Mercier was forced to resign his position at the Foundling Hospital by the Governing Board in early 1873 after troubles arose over his supervision of the schools, and he died on Tuesday, 2 November 1875, the date his semi-annual payment of £15 to Lord Leigh was due.

His widow, Anna Margaret, died in Oxford on 5 February 1903, aged 84.

==Affair of Stephan Poles and the British Museum==

In 1874 the Polish expatriate, revolutionary, member of the Paris Commune, American war correspondent, and author Stephan Poles (1847–1875) published a pamphlet denouncing in strong language the secretary and chief librarian of the British Museum, John Winter Jones. The pamphlet entitled The actual condition of the British Museum, a literary expostulation was sold on Russell Street in front of the building by a sandwich man. Some of the Museum officials furnished information for the compilation of the pamphlet. Mercier apparently read this pamphlet and published his rebuttal The British Museum. An impartial statement, in answer to a pamphlet by Stephan Poles under the pseudonym "M.A." (i.e. Master of Arts).
Both of these pamphlets are available in British depositary libraries.
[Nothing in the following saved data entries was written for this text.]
"""Capacity: yearly builds, capacity in service, lifetimes, build limits, potentials and phase-outs; investment and
fixed O&M costs.

Capacity in service C[t,y] may stay below what is installed (existing fleet still before its retirement year plus
builds still inside their lifetime): that is early retirement. It can only grow through new builds, so retired
capacity never returns: C[t,y] <= C[t,y-1] + N[t,y].
"""

from __future__ import annotations

import numpy as np

from .context import BuildContext

__all__ = ["add_capacity"]


def _alive_pairs(Y: int, lifetime: int) -> tuple[np.ndarray, np.ndarray]:
    """(service year, build year) index pairs with 0 <= y - b < lifetime."""
    y, b = np.nonzero(np.tril(np.ones((Y, Y), dtype=bool)) & ~np.tril(np.ones((Y, Y), dtype=bool), -lifetime))
    return y, b


def _annuity_weight(discount: np.ndarray, lifetime: int) -> np.ndarray:
    """Sum of discount factors over the in-horizon years a build of each year is alive: sum_{y=b}^{min(b+L-1, Y-1)} DF_y."""
    Y = len(discount)
    cumulative = np.concatenate([[0.0], np.cumsum(discount)])
    start = np.arange(Y)
    stop = np.minimum(start + lifetime, Y)
    return cumulative[stop] - cumulative[start]


def _add_fleet(
    ctx: BuildContext,
    techs,
    prefix: str,
    existing,
    lower_build,
    upper_build,
    upper_total,
    capex,
    fixed_om,
    unit_power: str,
) -> None:
    lp, Y = ctx.lp, ctx.Y
    T = len(techs)
    build = lp.add_variables(
        f"{prefix}new",
        ("technology", "year"),
        (T, Y),
        unit_power + "/yr",
        lower=lower_build,
        upper=upper_build,
    )
    service = lp.add_variables(
        f"{prefix}capacity", ("technology", "year"), (T, Y), unit_power, upper=upper_total
    )
    ctx.blocks[f"{prefix}new"] = build
    ctx.blocks[f"{prefix}capacity"] = service

    installed = lp.add_rows(
        f"{prefix}capacity_installed", ("technology", "year"), (T, Y), "<=", unit_power, rhs=existing
    )
    rows = installed.local()
    installed.add(rows, service.all(), 1.0)
    for i, t in enumerate(techs):
        y, b = _alive_pairs(Y, t.lifetime)
        installed.add(rows[i, y], build.columns(i, b), -1.0)

    if Y > 1:
        no_return = lp.add_rows(
            f"{prefix}capacity_no_return", ("technology", "year"), (T, Y - 1), "<=", unit_power
        )
        r = no_return.local()
        no_return.add(r, service.all()[:, 1:], 1.0)
        no_return.add(r, service.all()[:, :-1], -1.0)
        no_return.add(r, build.all()[:, 1:], -1.0)

    for i, t in enumerate(techs):
        lp.add_cost(build.all()[i], capex[i] * t.crf * _annuity_weight(ctx.discount, t.lifetime))
        lp.add_cost(service.all()[i], fixed_om[i] * ctx.discount)


def add_capacity(ctx: BuildContext) -> None:
    techs = ctx.capacity_techs
    stack = lambda attr: np.array([getattr(t, attr) for t in techs], dtype=float).reshape(len(techs), ctx.Y)  # noqa: E731
    _add_fleet(
        ctx,
        techs,
        "",
        stack("existing_gw"),
        stack("min_build_gw"),
        stack("max_build_gw"),
        stack("max_total_gw"),
        stack("capex"),
        np.array([t.fixed_om for t in techs]),
        "GW",
    )
    storage = ctx.storage
    if storage:
        Y = ctx.Y
        power_rows = np.array([ctx.position[t.name] for t in storage])
        # energy potential [GWh] = power potential x longest duration; with no longest duration it is unbounded
        # (no column bound at all, rather than a 1e6-hour stand-in that widens the bound range HiGHS scales for)
        max_power = stack("max_total_gw")[power_rows]
        duration = np.array([[t.max_duration_h] for t in storage])
        upper_total = np.where(
            np.isfinite(duration),
            max_power * np.where(np.isfinite(duration), duration, 0.0),
            np.where(max_power == 0.0, 0.0, np.inf),
        )
        _add_fleet(
            ctx,
            storage,
            "energy_",
            np.array([t.existing_energy_gwh for t in storage]),
            0.0,
            np.inf,
            upper_total,
            np.array([t.energy_capex for t in storage]),
            np.array([t.energy_fixed_om for t in storage]),
            "GWh",
        )
        power = ctx.capacity_columns(storage)
        energy = ctx.blocks["energy_capacity"].all()
        with_max = [i for i, t in enumerate(storage) if np.isfinite(t.max_duration_h)]
        if with_max:
            rows = ctx.lp.add_rows(
                "storage_duration_max", ("technology", "year"), (len(with_max), Y), "<=", "GWh"
            )
            r = rows.local()
            rows.add(r, energy[with_max], 1.0)
            rows.add(r, power[with_max], -np.array([[storage[i].max_duration_h] for i in with_max]))
        with_min = [i for i, t in enumerate(storage) if t.min_duration_h > 0]
        if with_min:
            rows = ctx.lp.add_rows(
                "storage_duration_min", ("technology", "year"), (len(with_min), Y), ">=", "GWh"
            )
            r = rows.local()
            rows.add(r, energy[with_min], 1.0)
            rows.add(r, power[with_min], -np.array([[storage[i].min_duration_h] for i in with_min]))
Stefan Poles died on 22 November 1875 only a few weeks after the death of Mercier.

==Other works==

Mercier also translated The Wreck of the Hansa (The German Arctic expedition of 1869–70), as well as publishing several religious works and instructional materials for teachers of Greek and Latin listed below:
- A Manual of Greek Prosody. Mercier, Lewis Page, 12 vo, Glasgow, 1843.
- Selections from Æsop, Xenophon, and Anacreon, for the use of junior forms in schools. Mercier, Lewis Page, 12 vo, London, 1851.
- The Present European Crisis viewed in its relation to Prophecy; a sermon [on Rev. xxii. 10], etc. Mercier, Lewis Page, 8 vo, London, 1853.
- The Principles of Christian Charity derived from the example of our Saviour and His Apostles. Mercier, Lewis Page, 8 vo, London, 1855.
- Considerations respecting a future state, an essay. Mercier, Lewis Page, 8 vo, London, Oxford, 1858
- "The Christian and the Harvest." A sermon [on Matt. iv. 4], etc.; Mercier, Lewis Page, 8 vo, London, 1860.
- "The Mystery of God's Providence." A sermon [on Eccl. vii. 15] preached ... Dec. 22, 1861, on the occasion of the death of H. R. H. the Prince Consort. Mercier, Lewis Page; Albert, Prince Consort of Victoria, Queen of Great Britain and Ireland, London, [1861.]
- "The Eucharistic Feast." A brief historical inquiry into the true nature of the Lord's Supper. Mercier, Lewis Page, 8 vo, London, 1868.

- Outlines of the life of the Lord Jesus Christ : with critical and expository notes, and an emendation of the common chronologies. Rev. Lewis Mercier, London: Sampson Low, Marston, Low & Searle, 1871, 1872.

- The German Arctic Expedition of 1869-70, and narrative of the wreck of the "Hansa" in the ice. By Captain Koldewey ... assisted by members of the scientific staff. With ... illustrations. Translated and abridged by the Rev. L. Mercier; and edited by H. W. Bates., London : Sampson Low, Marston, Low & Searle, 1874.

- The British Museum. An impartial statement, in answer to a pamphlet by Stephan Poles entitled "The Actual Condition of the British Museum", By M. A. [i.e. L. P. Mercier.] / A., M.; Mercier, Lewis Page; Poles, Stephan; London: Spottiswoode & Co., 1875.